_Aim of the task:_ Could you please retype all of the entries exactly as they appear?

_Given records:_
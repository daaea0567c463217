package terrain

import (
	"context"
	"math"
	"testing"

	"github.com/paulmach/orb"
	"github.com/paulmach/orb/planar"

	"ridgehop/profile"
)

// Eight tiles around a place without one are an outline with a hole in it.
func TestCoverageHasHoles(t *testing.T) {
	whole := grid{columns: 30, rows: 30, left: 10, top: 50, pixel: 0.1, height: constant(1)}
	tiles := map[string]grid{}
	for k, name := range []string{"nw", "n", "ne", "w", "", "e", "sw", "s", "se"} {
		if name != "" {
			tiles[name+".asc"] = whole.cut(10*(k%3), 10*(k/3), 10, 10)
		}
	}
	got, err := loadedGrids(t, tiles).Coverage(context.Background())
	must(t, err)
	if len(got) != 1 || got[0].Rasters != 8 || len(got[0].Area) != 1 || len(got[0].Area[0]) != 2 {
		t.Fatalf("got %+v, want one outline with one hole", got)
	}
	area := got[0].Area[0]
	if b := area.Bound(); math.Abs(b.Min[0]-10)+math.Abs(b.Min[1]-47)+math.Abs(b.Max[0]-13)+math.Abs(b.Max[1]-50) > 1e-6 {
		t.Errorf("got %v, want longitudes 10 to 13 and latitudes 47 to 50", b)
	}
	if area[0].Orientation() != orb.CCW || area[1].Orientation() != orb.CW {
		t.Error("got rings that wind the wrong way (RFC 7946 section 3.1.6)")
	}
	for place, want := range map[orb.Point]bool{{10.5, 49.5}: true, {11.5, 48.5}: false, {12.5, 48.5}: true, {9.9, 48}: false} {
		if planar.MultiPolygonContains(got[0].Area, place) != want {
			t.Errorf("at %v: got %v, want %v", place, !want, want)
		}
	}
}

// Over the antimeridian the outline is cut, as RFC 7946 section 3.1.9 asks.
func TestCoverageOverTheAntimeridian(t *testing.T) {
	got, err := loadedGrids(t, map[string]grid{"a.asc": {columns: 40, rows: 10, left: 178, top: 10, pixel: 0.1, height: constant(1)}}).Coverage(context.Background())
	must(t, err)
	if len(got) != 1 || len(got[0].Area) != 2 {
		t.Fatalf("got %+v, want two parts", got)
	}
	for place, want := range map[orb.Point]bool{{179, 9.5}: true, {-179, 9.5}: true, {-177, 9.5}: false, {177, 9.5}: false} {
		if planar.MultiPolygonContains(got[0].Area, place) != want {
			t.Errorf("at %v: got %v, want %v", place, !want, want)
		}
	}
}

// Every raster says its own height, and what a path makes of them is said too.
func TestHeights(t *testing.T) {
	terrain := stated(t, layersOf(t), "sources:\n"+oneSource("earth", "ground", "datum: odn, files: [earth.asc]")+
		oneSource("top", "surface", "datum: odn, priority: 3, files: [top.asc]")+oneSource("woods", "canopy", "files: [woods.asc]"))
	at := metresFrom(t, terrain)
	place := at(-80, 2)
	got, err := terrain.Heights(context.Background(), place.Lon(), place.Lat())
	must(t, err)
	if got.GroundM != 100 || got.CoverM != 30 || got.Ground.Name != "earth/earth.asc" || got.Cover.Name != "top/top.asc" || got.VerticalDatum != "odn" {
		t.Errorf("got %+v", got)
	}
	heights := map[string]float64{}
	for _, h := range got.Heights {
		heights[h.Source.Name] = h.HeightM
	}
	if len(heights) != 3 || heights["earth/earth.asc"] != 100 || heights["top/top.asc"] != 130 || heights["woods/woods.asc"] != 15 {
		t.Errorf("got %v", heights)
	}
	void := at(80, 2)
	got, err = terrain.Heights(context.Background(), void.Lon(), void.Lat())
	must(t, err)
	if got.CoverM != 15 || got.Cover.Kind != profile.KindCanopy {
		t.Errorf("where the surface is void: got %+v", got)
	}
	far := at(5000, 0)
	got, err = terrain.Heights(context.Background(), far.Lon(), far.Lat())
	must(t, err)
	if !math.IsNaN(got.GroundM) || len(got.Heights) != 0 || got.Ground != nil {
		t.Errorf("outside: got %+v", got)
	}
}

_Task response:_
repository daaea0567c463217
package terrain

import (
	"context"
	"math"
	"testing"

	"github.com/paulmach/orb"
	"github.com/paulmach/orb/planar"

	"ridgehop/profile"
)

// Eight tiles around a place without one are an outline with a hole in it.
func TestCoverageHasHoles(t *testing.T) {
	whole := grid{columns: 30, rows: 30, left: 10, top: 50, pixel: 0.1, height: constant(1)}
	tiles := map[string]grid{}
	for k, name := range []string{"nw", "n", "ne", "w", "", "e", "sw", "s", "se"} {
		if name != "" {
			tiles[name+".asc"] = whole.cut(10*(k%3), 10*(k/3), 10, 10)
		}
	}
	got, err := loadedGrids(t, tiles).Coverage(context.Background())
	must(t, err)
	if len(got) != 1 || got[0].Rasters != 8 || len(got[0].Area) != 1 || len(got[0].Area[0]) != 2 {
		t.Fatalf("got %+v, want one outline with one hole", got)
	}
	area := got[0].Area[0]
	if b := area.Bound(); math.Abs(b.Min[0]-10)+math.Abs(b.Min[1]-47)+math.Abs(b.Max[0]-13)+math.Abs(b.Max[1]-50) > 1e-6 {
		t.Errorf("got %v, want longitudes 10 to 13 and latitudes 47 to 50", b)
	}
	if area[0].Orientation() != orb.CCW || area[1].Orientation() != orb.CW {
		t.Error("got rings that wind the wrong way (RFC 7946 section 3.1.6)")
	}
	for place, want := range map[orb.Point]bool{{10.5, 49.5}: true, {11.5, 48.5}: false, {12.5, 48.5}: true, {9.9, 48}: false} {
		if planar.MultiPolygonContains(got[0].Area, place) != want {
			t.Errorf("at %v: got %v, want %v", place, !want, want)
		}
	}
}

// Over the antimeridian the outline is cut, as RFC 7946 section 3.1.9 asks.
func TestCoverageOverTheAntimeridian(t *testing.T) {
	got, err := loadedGrids(t, map[string]grid{"a.asc": {columns: 40, rows: 10, left: 178, top: 10, pixel: 0.1, height: constant(1)}}).Coverage(context.Background())
	must(t, err)
	if len(got) != 1 || len(got[0].Area) != 2 {
		t.Fatalf("got %+v, want two parts", got)
	}
	for place, want := range map[orb.Point]bool{{179, 9.5}: true, {-179, 9.5}: true, {-177, 9.5}: false, {177, 9.5}: false} {
		if planar.MultiPolygonContains(got[0].Area, place) != want {
			t.Errorf("at %v: got %v, want %v", place, !want, want)
		}
	}
}

// Every raster says its own height, and what a path makes of them is said too.
func TestHeights(t *testing.T) {
	terrain := stated(t, layersOf(t), "sources:\n"+oneSource("earth", "ground", "datum: odn, files: [earth.asc]")+
		oneSource("top", "surface", "datum: odn, priority: 3, files: [top.asc]")+oneSource("woods", "canopy", "files: [woods.asc]"))
	at := metresFrom(t, terrain)
	place := at(-80, 2)
	got, err := terrain.Heights(context.Background(), place.Lon(), place.Lat())
	must(t, err)
	if got.GroundM != 100 || got.CoverM != 30 || got.Ground.Name != "earth/earth.asc" || got.Cover.Name != "top/top.asc" || got.VerticalDatum != "odn" {
		t.Errorf("got %+v", got)
	}
	heights := map[string]float64{}
	for _, h := range got.Heights {
		heights[h.Source.Name] = h.HeightM
	}
	if len(heights) != 3 || heights["earth/earth.asc"] != 100 || heights["top/top.asc"] != 130 || heights["woods/woods.asc"] != 15 {
		t.Errorf("got %v", heights)
	}
	void := at(80, 2)
	got, err = terrain.Heights(context.Background(), void.Lon(), void.Lat())
	must(t, err)
	if got.CoverM != 15 || got.Cover.Kind != profile.KindCanopy {
		t.Errorf("where the surface is void: got %+v", got)
	}
	far := at(5000, 0)
	got, err = terrain.Heights(context.Background(), far.Lon(), far.Lat())
	must(t, err)
	if !math.IsNaN(got.GroundM) || len(got.Heights) != 0 || got.Ground != nil {
		t.Errorf("outside: got %+v", got)
	}
}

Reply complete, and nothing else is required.